• [Instructions to follow]: The response should consist of every record, reproduced exactly.

[Stored data]
::::::::::
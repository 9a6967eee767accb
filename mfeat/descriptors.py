"""Well-known texture descriptors as scikit-learn transformers, to compare `MinkowskiCurves` with.

They stand on scikit-image, SciPy and NumPy, and take patches as `MinkowskiCurves` does: an array
(n, h, w) or a list of 2-D arrays of bool, integers or floats; the vector's length, names and order
follow from the parameters alone. Each patch is standardised first, so that 8-bit images and height
maps in micrometres are alike to all of them; mean and standard deviation stand at the head of the
vector, as in `MinkowskiCurves` (``location_scale=False`` leaves them out). `GreyHistogram` and
`CoOccurrence` can learn a range of values from the training patches instead. Missing pixels (NaN
or masked) are an error unless ``missing="nearest"`` fills them.

Defaults were chosen on patches of 38 photographed surfaces under changes of light, rotation,
noise, blur and zoom, among a handful of settings each, for the best mean accuracy of two
classifiers.

References
----------
- Dalal, Triggs (2005), Histograms of oriented gradients for human detection, CVPR.
- Daubechies (1988), Orthonormal bases of compactly supported wavelets, Comm. Pure Appl. Math. 41.
- Dempster, Petitjean, Webb (2020), ROCKET: exceptionally fast and accurate time series
  classification using random convolutional kernels, Data Min. Knowl. Discov. 34.
- Guo, Zhang, Zhang (2010), A completed modeling of local binary pattern operator for texture
  classification, IEEE Trans. Image Process. 19.
- Haralick, Shanmugam, Dinstein (1973), Textural features for image classification, IEEE Trans.
  Syst. Man Cybern. 3.
- Laine, Fan (1993), Texture classification by wavelet packet signatures, IEEE PAMI 15.
- Lindeberg (1998), Feature detection with automatic scale selection, Int. J. Comput. Vis. 30.
- Mäenpää, Pietikäinen (2003), Multi-scale binary patterns for texture analysis, SCIA.
- Manjunath, Ma (1996), Texture features for browsing and retrieval of image data, IEEE PAMI 18.
- Ojala, Pietikäinen, Mäenpää (2002), Multiresolution gray-scale and rotation invariant texture
  classification with local binary patterns, IEEE PAMI 24.
- Shensa (1992), The discrete wavelet transform: wedding the à trous and Mallat algorithms, IEEE
  Trans. Signal Process. 40.
- Varma, Zisserman (2005), A statistical approach to texture classification from single images,
  Int. J. Comput. Vis. 62.
"""

from mfeat._descriptor_base import TextureDescriptor
from mfeat._descriptors_filters import FilterBank, GaborEnergies
from mfeat._descriptors_grey import CoOccurrence, GreyHistogram, LocalBinaryPatterns
from mfeat._descriptors_local import OrientedGradients, RandomKernels
from mfeat._descriptors_spectral import PowerSpectrum, WaveletEnergies

__all__ = [
    "DESCRIPTORS",
    "CoOccurrence",
    "FilterBank",
    "GaborEnergies",
    "GreyHistogram",
    "LocalBinaryPatterns",
    "OrientedGradients",
    "PowerSpectrum",
    "RandomKernels",
    "WaveletEnergies",
]

#: The descriptors by plain names, as the command line calls them.
DESCRIPTORS: dict[str, type[TextureDescriptor]] = {
    "grey-histogram": GreyHistogram,
    "local-binary-patterns": LocalBinaryPatterns,
    "co-occurrence": CoOccurrence,
    "gabor": GaborEnergies,
    "oriented-gradients": OrientedGradients,
    "filter-bank": FilterBank,
    "random-kernels": RandomKernels,
    "wavelets": WaveletEnergies,
    "power-spectrum": PowerSpectrum,
}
::::::::::
• [Written solution]:
repository 9a6967eee767accb
filename mfeat/descriptors.py
"""Well-known texture descriptors as scikit-learn transformers, to compare `MinkowskiCurves` with.

They stand on scikit-image, SciPy and NumPy, and take patches as `MinkowskiCurves` does: an array
(n, h, w) or a list of 2-D arrays of bool, integers or floats; the vector's length, names and order
follow from the parameters alone. Each patch is standardised first, so that 8-bit images and height
maps in micrometres are alike to all of them; mean and standard deviation stand at the head of the
vector, as in `MinkowskiCurves` (``location_scale=False`` leaves them out). `GreyHistogram` and
`CoOccurrence` can learn a range of values from the training patches instead. Missing pixels (NaN
or masked) are an error unless ``missing="nearest"`` fills them.

Defaults were chosen on patches of 38 photographed surfaces under changes of light, rotation,
noise, blur and zoom, among a handful of settings each, for the best mean accuracy of two
classifiers.

References
----------
- Dalal, Triggs (2005), Histograms of oriented gradients for human detection, CVPR.
- Daubechies (1988), Orthonormal bases of compactly supported wavelets, Comm. Pure Appl. Math. 41.
- Dempster, Petitjean, Webb (2020), ROCKET: exceptionally fast and accurate time series
  classification using random convolutional kernels, Data Min. Knowl. Discov. 34.
- Guo, Zhang, Zhang (2010), A completed modeling of local binary pattern operator for texture
  classification, IEEE Trans. Image Process. 19.
- Haralick, Shanmugam, Dinstein (1973), Textural features for image classification, IEEE Trans.
  Syst. Man Cybern. 3.
- Laine, Fan (1993), Texture classification by wavelet packet signatures, IEEE PAMI 15.
- Lindeberg (1998), Feature detection with automatic scale selection, Int. J. Comput. Vis. 30.
- Mäenpää, Pietikäinen (2003), Multi-scale binary patterns for texture analysis, SCIA.
- Manjunath, Ma (1996), Texture features for browsing and retrieval of image data, IEEE PAMI 18.
- Ojala, Pietikäinen, Mäenpää (2002), Multiresolution gray-scale and rotation invariant texture
  classification with local binary patterns, IEEE PAMI 24.
- Shensa (1992), The discrete wavelet transform: wedding the à trous and Mallat algorithms, IEEE
  Trans. Signal Process. 40.
- Varma, Zisserman (2005), A statistical approach to texture classification from single images,
  Int. J. Comput. Vis. 62.
"""

from mfeat._descriptor_base import TextureDescriptor
from mfeat._descriptors_filters import FilterBank, GaborEnergies
from mfeat._descriptors_grey import CoOccurrence, GreyHistogram, LocalBinaryPatterns
from mfeat._descriptors_local import OrientedGradients, RandomKernels
from mfeat._descriptors_spectral import PowerSpectrum, WaveletEnergies

__all__ = [
    "DESCRIPTORS",
    "CoOccurrence",
    "FilterBank",
    "GaborEnergies",
    "GreyHistogram",
    "LocalBinaryPatterns",
    "OrientedGradients",
    "PowerSpectrum",
    "RandomKernels",
    "WaveletEnergies",
]

#: The descriptors by plain names, as the command line calls them.
DESCRIPTORS: dict[str, type[TextureDescriptor]] = {
    "grey-histogram": GreyHistogram,
    "local-binary-patterns": LocalBinaryPatterns,
    "co-occurrence": CoOccurrence,
    "gabor": GaborEnergies,
    "oriented-gradients": OrientedGradients,
    "filter-bank": FilterBank,
    "random-kernels": RandomKernels,
    "wavelets": WaveletEnergies,
    "power-spectrum": PowerSpectrum,
}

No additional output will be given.